Exposure to melamine and its derivatives and aromatic amines among pregnant women in the United States: The ECHO Program

program collaborators for Environmental influences on Child Health Outcomes

Research output: Contribution to journalArticlepeer-review

Abstract

Background: Melamine, melamine derivatives, and aromatic amines are nitrogen-containing compounds with known toxicity and widespread commercial uses. Nevertheless, biomonitoring of these chemicals is lacking, particularly during pregnancy, a period of increased susceptibility to adverse health effects. Objectives: We aimed to measure melamine, melamine derivatives, and aromatic amine exposure in pregnant women across the United States (U.S.) and evaluate associations with participant and urine sample collection characteristics. Methods: We measured 43 analytes, representing 45 chemicals (i.e., melamine, three melamine derivatives, and 41 aromatic amines), in urine from pregnant women in nine diverse ECHO cohorts during 2008–2020 (N = 171). To assess relations with participant and urine sample collection characteristics, we used generalized estimating equations to estimate prevalence ratios (PRs) for analytes dichotomized at the detection limit, % differences (%Δ) for continuous analytes, and 95% confidence intervals. Multivariable models included age, race/ethnicity, marital status, urinary cotinine, and year of sample collection. Results: Twelve chemicals were detected in >60% of samples, with near ubiquitous detection of cyanuric acid, melamine, aniline, 4,4′-methylenedianiline, and a composite of o-toluidine and m-toluidine (99–100%). In multivariable adjusted models, most chemicals were associated with higher exposures among Hispanic and non-Hispanic Black participants.

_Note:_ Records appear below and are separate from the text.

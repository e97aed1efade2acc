/**
 * Tabulated constants of IEC 60287-1-1 and IEC 60287-2-1 used by this folder.
 *
 * Every value here was RECALLED, not read from the standard at hand ("from memory"); each table
 * names the table it stands for. Clause numbers are those of IEC 60287-2-1 ed. 2 (2015) and
 * IEC 60287-1-1 ed. 2 (2006, with its amendments) as recalled — edition 1 of part 2-1 numbered
 * the same clauses 2.2.x (e.g. free air 2.2.1, groups 2.2.3, ducts 2.2.7). A reviewer should
 * compare each table with the printed standard before these numbers are relied on for release.
 */

// ───────────────────────── Free air: Z, E, g (IEC 60287-2-1 Table 2) ─────────────────────────

/**
 * The arrangements IEC 60287-2-1 §4.2.1 tabulates for cables in free air (Table 2, "values for
 * constants Z, E and g for black surfaces of cables in free air"), from memory. The table's
 * cables are clear of any wall by at least 0.3·D_e (single cable) or 0.5·D_e (groups). "Spaced"
 * means a clearance of D_e between neighbouring surfaces (axis spacing 2·D_e).
 * The two rows for cables fixed ON a vertical wall are deliberately left out: recalled with too
 * little confidence to be used.
 */
export const FREE_AIR_ARRANGEMENTS = [
  'single',
  'two-touching-horizontal',
  'three-touching-horizontal',
  'trefoil-touching',
  'two-touching-vertical',
  'two-spaced-vertical',
  'three-touching-vertical',
  'three-spaced-vertical',
] as const;
export type FreeAirArrangement = (typeof FREE_AIR_ARRANGEMENTS)[number];

export interface FreeAirConstants {
  /** Z, dimensionless as used in h = Z/D_e^g + E (D_e in m). */
  Z: number;
  E: number;
  g: number;
  /** Row of IEC 60287-2-1 Table 2 as recalled, and its wording. */
  row: number;
  description: string;
}

export const FREE_AIR_CONSTANTS: Readonly<Record<FreeAirArrangement, Readonly<FreeAirConstants>>> = Object.freeze({
  single: { Z: 0.21, E: 3.94, g: 0.6, row: 1, description: 'single cable (clear of walls by ≥ 0.3·D_e)' },
  'two-touching-horizontal': { Z: 0.29, E: 2.35, g: 0.5, row: 2, description: 'two cables touching, horizontal' },
  'trefoil-touching': { Z: 0.96, E: 1.25, g: 0.2, row: 3, description: 'three cables in trefoil (touching)' },
  'three-touching-horizontal': { Z: 0.62, E: 1.95, g: 0.25, row: 4, description: 'three cables touching, horizontal' },
  'two-touching-vertical': { Z: 1.42, E: 0.86, g: 0.25, row: 5, description: 'two cables touching, vertical' },
  'two-spaced-vertical': { Z: 0.75, E: 2.8, g: 0.3, row: 6, description: 'two cables spaced D_e, vertical' },
  'three-touching-vertical': { Z: 1.61, E: 0.42, g: 0.2, row: 7, description: 'three cables touching, vertical' },
  'three-spaced-vertical': { Z: 1.31, E: 2.0, g: 0.2, row: 8, description: 'three cables spaced D_e, vertical' },
});

/**
 * Footnote to Table 2 (from memory): cables spaced HORIZONTALLY with a clearance of at least
 * 0.75·D_e between neighbouring surfaces are each rated as a single isolated cable.
 */
export const FREE_AIR_ISOLATED_HORIZONTAL_CLEARANCE_RATIO = 0.75;

/**
 * Absorption coefficient of solar radiation σ for cable surfaces, IEC 60287-2-1 Table 4 (from
 * memory): bitumen/jute 0.8, polychloroprene 0.8, PVC 0.6, PE 0.4, lead 0.6.
 */
export const SOLAR_ABSORPTION_COEFFICIENT = Object.freeze({
  'bitumen-jute': 0.8,
  polychloroprene: 0.8,
  pvc: 0.6,
  pe: 0.4,
  lead: 0.6,
});

// ───────────────────────── Thermal resistivities (IEC 60287-2-1 Table 1) ─────────────────────────

export const INSULATION_MATERIALS = ['xlpe', 'epr', 'pvc', 'pe'] as const;
export type InsulationMaterial = (typeof INSULATION_MATERIALS)[number];

/**
 * Thermal resistivity of insulation, K·m/W, IEC 60287-2-1 Table 1 (from memory; the same values
 * as references.md): XLPE 3.5, EPR 3.5 (≤ 3 kV; also 3.5 above, from memory), PE 3.5,
 * PVC 5.0 up to and including 3 kV and 6.0 above 3 kV.
 */
export function insulationThermalResistivity(material: InsulationMaterial, voltageU0V: number): number {
  switch (material) {
    case 'xlpe':
    case 'epr':
    case 'pe':
      return 3.5;
    case 'pvc':
      // Table 1 splits PVC at 3 kV rated voltage; U₀ ≤ 1.8 kV belongs to the 3 kV class (U ≤ 3 kV).
      return voltageU0V <= 1800 ? 5.0 : 6.0;
  }
}

/** Duct materials with the constants this folder knows. */
export const DUCT_MATERIALS = ['pvc', 'pe', 'earthenware', 'fibre-in-air', 'fibre-in-concrete', 'metallic'] as const;
export type DuctMaterial = (typeof DUCT_MATERIALS)[number];

/**
 * Thermal resistivity of duct walls, K·m/W, IEC 60287-2-1 Table 1 (from memory): PVC 6.0,
 * PE 3.5, earthenware 1.2, fibre 4.8; a metallic conduit's wall resistance is negligible (0).
 * Concrete (as a surround or duct bank) 1.0.
 */
export const DUCT_WALL_RESISTIVITY: Readonly<Record<DuctMaterial, number>> = Object.freeze({
  pvc: 6.0,
  pe: 3.5,
  earthenware: 1.2,
  'fibre-in-air': 4.8,
  'fibre-in-concrete': 4.8,
  metallic: 0,
});

export const CONCRETE_RESISTIVITY_KM_PER_W = 1.0;

/**
 * Constants U, V, Y for the air space between a cable and its duct, IEC 60287-2-1 Table 4
 * (ed. 1 numbering; from memory):
 *   metallic conduit 5.2 / 1.4 / 0.011; fibre duct in air 5.2 / 0.83 / 0.006;
 *   fibre duct in concrete 5.2 / 0.91 / 0.010; earthenware 1.87 / 0.28 / 0.0036;
 *   plastic (PE, PVC) 1.87 / 0.312 / 0.0037.
 * Asbestos-cement and the pipe-type rows are left out (not used by this project).
 */
export const DUCT_AIR_SPACE_CONSTANTS: Readonly<Record<DuctMaterial, Readonly<{ U: number; V: number; Y: number }>>> = Object.freeze({
  metallic: { U: 5.2, V: 1.4, Y: 0.011 },
  'fibre-in-air': { U: 5.2, V: 0.83, Y: 0.006 },
  'fibre-in-concrete': { U: 5.2, V: 0.91, Y: 0.01 },
  earthenware: { U: 1.87, V: 0.28, Y: 0.0036 },
  pvc: { U: 1.87, V: 0.312, Y: 0.0037 },
  pe: { U: 1.87, V: 0.312, Y: 0.0037 },
});

/** The T₄′ expression is stated for cable diameters 25 mm ≤ D_e ≤ 100 mm (from memory). */
export const DUCT_AIR_SPACE_DIAMETER_RANGE_M = Object.freeze({ min: 0.025, max: 0.1 });

/** The duct-bank equivalent radius is stated for side ratios below 3 (from memory). */
export const DUCT_BANK_MAX_SIDE_RATIO = 3;

// ───────────────────────── Screens and sheaths (IEC 60287-1-1 Table 1) ─────────────────────────

export const SCREEN_MATERIALS = ['copper', 'aluminium', 'lead'] as const;
export type ScreenMaterial = (typeof SCREEN_MATERIALS)[number];

/**
 * Electrical resistivity at 20 °C (Ω·m) and temperature coefficient (1/K) of screen and sheath
 * metals, IEC 60287-1-1 Table 1: copper 1.7241e-8 / 3.93e-3 and aluminium 2.84e-8 / 4.03e-3
 * (the aluminium SHEATH value, slightly above the conductor's 2.8264e-8), lead 21.4e-8 / 4.0e-3
 * (from memory).
 */
export const SCREEN_MATERIAL_CONSTANTS: Readonly<Record<ScreenMaterial, Readonly<{ rho20OhmM: number; alpha20PerK: number }>>> =
  Object.freeze({
    copper: { rho20OhmM: 1.7241e-8, alpha20PerK: 3.93e-3 },
    aluminium: { rho20OhmM: 2.84e-8, alpha20PerK: 4.03e-3 },
    lead: { rho20OhmM: 21.4e-8, alpha20PerK: 4.0e-3 },
  });

// ───────────────────────── Dielectric losses (IEC 60287-1-1 Table 3) ─────────────────────────

export interface DielectricRow {
  /** Relative permittivity ε. */
  permittivity: number;
  tanDelta: number;
  /** U₀ (V, line to earth) at and above which W_d must be calculated. */
  thresholdU0V: number;
  description: string;
}

/**
 * Values of ε and tan δ and the U₀ at which dielectric losses start to count, IEC 60287-1-1
 * Table 3 (from memory):
 *   XLPE unfilled, up to and including 18/30 (36) kV: ε 2.5, tan δ 0.004, 127 kV;
 *   XLPE unfilled above 18/30 kV: 2.5, 0.001, 127 kV;
 *   PE (HD and LD): 2.3, 0.001, 127 kV;
 *   EPR up to and including 18/30 kV: 3.0, 0.020, 63.5 kV; above 18/30 kV: 3.0, 0.005, 63.5 kV;
 *   PVC: 8.0, 0.1, 6 kV.
 */
export function dielectricRow(material: InsulationMaterial, voltageU0V: number): DielectricRow {
  const upTo18of30 = voltageU0V <= 18000;
  switch (material) {
    case 'xlpe':
      return upTo18of30
        ? { permittivity: 2.5, tanDelta: 0.004, thresholdU0V: 127000, description: 'XLPE (unfilled), up to and including 18/30 kV' }
        : { permittivity: 2.5, tanDelta: 0.001, thresholdU0V: 127000, description: 'XLPE (unfilled), above 18/30 kV' };
    case 'pe':
      return { permittivity: 2.3, tanDelta: 0.001, thresholdU0V: 127000, description: 'PE (HD and LD)' };
    case 'epr':
      return upTo18of30
        ? { permittivity: 3.0, tanDelta: 0.02, thresholdU0V: 63500, description: 'EPR, up to and including 18/30 kV' }
        : { permittivity: 3.0, tanDelta: 0.005, thresholdU0V: 63500, description: 'EPR, above 18/30 kV' };
    case 'pvc':
      return { permittivity: 8.0, tanDelta: 0.1, thresholdU0V: 6000, description: 'PVC' };
  }
}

For example, concentrations of 3,4-dichloroaniline were higher among Hispanic (%Δ: +149, 95% CI: +17, +431) and non-Hispanic Black (%Δ: +136, 95% CI: +35, +311) women compared with non-Hispanic White women. We observed similar results for ammelide, o-/m-toluidine, 4,4′-methylenedianiline, and 4-chloroaniline. Most chemicals were positively associated with urinary cotinine, with strongest associations observed for o-/m-toluidine (%Δ: +23; 95% CI: +16, +31) and 3,4-dichloroaniline (%Δ: +25; 95% CI: +17, +33). Some chemicals exhibited annual trends (e.g., %Δ in melamine per year: −11; 95% CI: −19, −1) or time of day, seasonal, and geographic variability. Discussion: Exposure to melamine, cyanuric acid, and some aromatic amines was ubiquitous in this first investigation of these analytes in pregnant women. Future research should expand biomonitoring, identify sources of exposure disparities by race/ethnicity, and evaluate potential adverse health effects.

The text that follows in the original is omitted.